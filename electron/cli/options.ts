/** The options that commands share, and how their words are read. */
import { Option } from 'commander';
import {
  type BatteryModel,
  type CheckedJob,
  caseById,
  nearestNameHint,
  type OperatingCase,
  type Practice,
  quoted,
  withPractice,
} from '../../core/api.ts';
import { exitStatus, Refusal } from './refusal.ts';

export interface CommandOptions {
  readonly json?: boolean;
  readonly case?: readonly string[];
  readonly model?: BatteryModel;
  readonly out?: string;
  readonly practice?: Practice;
  /** `check` only. */
  readonly beside?: Practice;
  readonly quiet?: boolean;
}

const practices: readonly Practice[] = ['us-land', 'us-marine', 'iso-marine', 'iec-land'];
const models: readonly BatteryModel[] = ['slow', 'fast'];

export const jsonOption = new Option('--json', 'print one JSON document and nothing else');
export const quietOption = new Option('--quiet', 'print no remarks on standard error');
export const outOption = new Option('--out <path>', 'write the answer to a file instead of standard output');
export const caseOption = new Option('--case <id>', 'only this operating case (may be given again)').argParser(
  (id: string, earlier: readonly string[] | undefined) => [...(earlier ?? []), id],
);
export const modelOption = new Option(
  '--model <which>',
  'battery resistance over minutes (slow) or in the first second (fast)',
).choices(models);
export const practiceOption = new Option(
  '--practice <which>',
  'judge by this practice instead of the one in the job',
).choices(practices);

export const besideOption = new Option(
  '--beside <which>',
  'judge by this practice as well, and tell what differs',
).choices(practices);

/** The job as the options want it judged. */
export function judgedJob(job: CheckedJob, { practice }: CommandOptions): CheckedJob {
  return practice === undefined ? job : withPractice(job, practice);
}

/** The cases that the options name, else all of the job. */
export function chosenCases(job: CheckedJob, options: CommandOptions): readonly OperatingCase[] {
  if (options.case === undefined) return job.cases;
  return [...new Set(options.case)].map((id) => {
    const found = caseById(job, id);
    if (found !== undefined) return found;
    const known = [...new Set([...job.cases.map((each) => each.id), 'at-rest'])];
    throw new Refusal(
      exitStatus.words,
      `The job has no case ${quoted(id)}${nearestNameHint(id, known)}. It has ${known.slice(0, 20).join(', ')}.`,
    );
  });
}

---+---

Retype the entries above exactly as they appear.

filename electron/cli/options.ts
/** The options that commands share, and how their words are read. */
import { Option } from 'commander';
import {
  type BatteryModel,
  type CheckedJob,
  caseById,
  nearestNameHint,
  type OperatingCase,
  type Practice,
  quoted,
  withPractice,
} from '../../core/api.ts';
import { exitStatus, Refusal } from './refusal.ts';

export interface CommandOptions {
  readonly json?: boolean;
  readonly case?: readonly string[];
  readonly model?: BatteryModel;
  readonly out?: string;
  readonly practice?: Practice;
  /** `check` only. */
  readonly beside?: Practice;
  readonly quiet?: boolean;
}

const practices: readonly Practice[] = ['us-land', 'us-marine', 'iso-marine', 'iec-land'];
const models: readonly BatteryModel[] = ['slow', 'fast'];

export const jsonOption = new Option('--json', 'print one JSON document and nothing else');
export const quietOption = new Option('--quiet', 'print no remarks on standard error');
export const outOption = new Option('--out <path>', 'write the answer to a file instead of standard output');
export const caseOption = new Option('--case <id>', 'only this operating case (may be given again)').argParser(
  (id: string, earlier: readonly string[] | undefined) => [...(earlier ?? []), id],
);
export const modelOption = new Option(
  '--model <which>',
  'battery resistance over minutes (slow) or in the first second (fast)',
).choices(models);
export const practiceOption = new Option(
  '--practice <which>',
  'judge by this practice instead of the one in the job',
).choices(practices);

export const besideOption = new Option(
  '--beside <which>',
  'judge by this practice as well, and tell what differs',
).choices(practices);

/** The job as the options want it judged. */
export function judgedJob(job: CheckedJob, { practice }: CommandOptions): CheckedJob {
  return practice === undefined ? job : withPractice(job, practice);
}

/** The cases that the options name, else all of the job. */
export function chosenCases(job: CheckedJob, options: CommandOptions): readonly OperatingCase[] {
  if (options.case === undefined) return job.cases;
  return [...new Set(options.case)].map((id) => {
    const found = caseById(job, id);
    if (found !== undefined) return found;
    const known = [...new Set([...job.cases.map((each) => each.id), 'at-rest'])];
    throw new Refusal(
      exitStatus.words,
      `The job has no case ${quoted(id)}${nearestNameHint(id, known)}. It has ${known.slice(0, 20).join(', ')}.`,
    );
  });
}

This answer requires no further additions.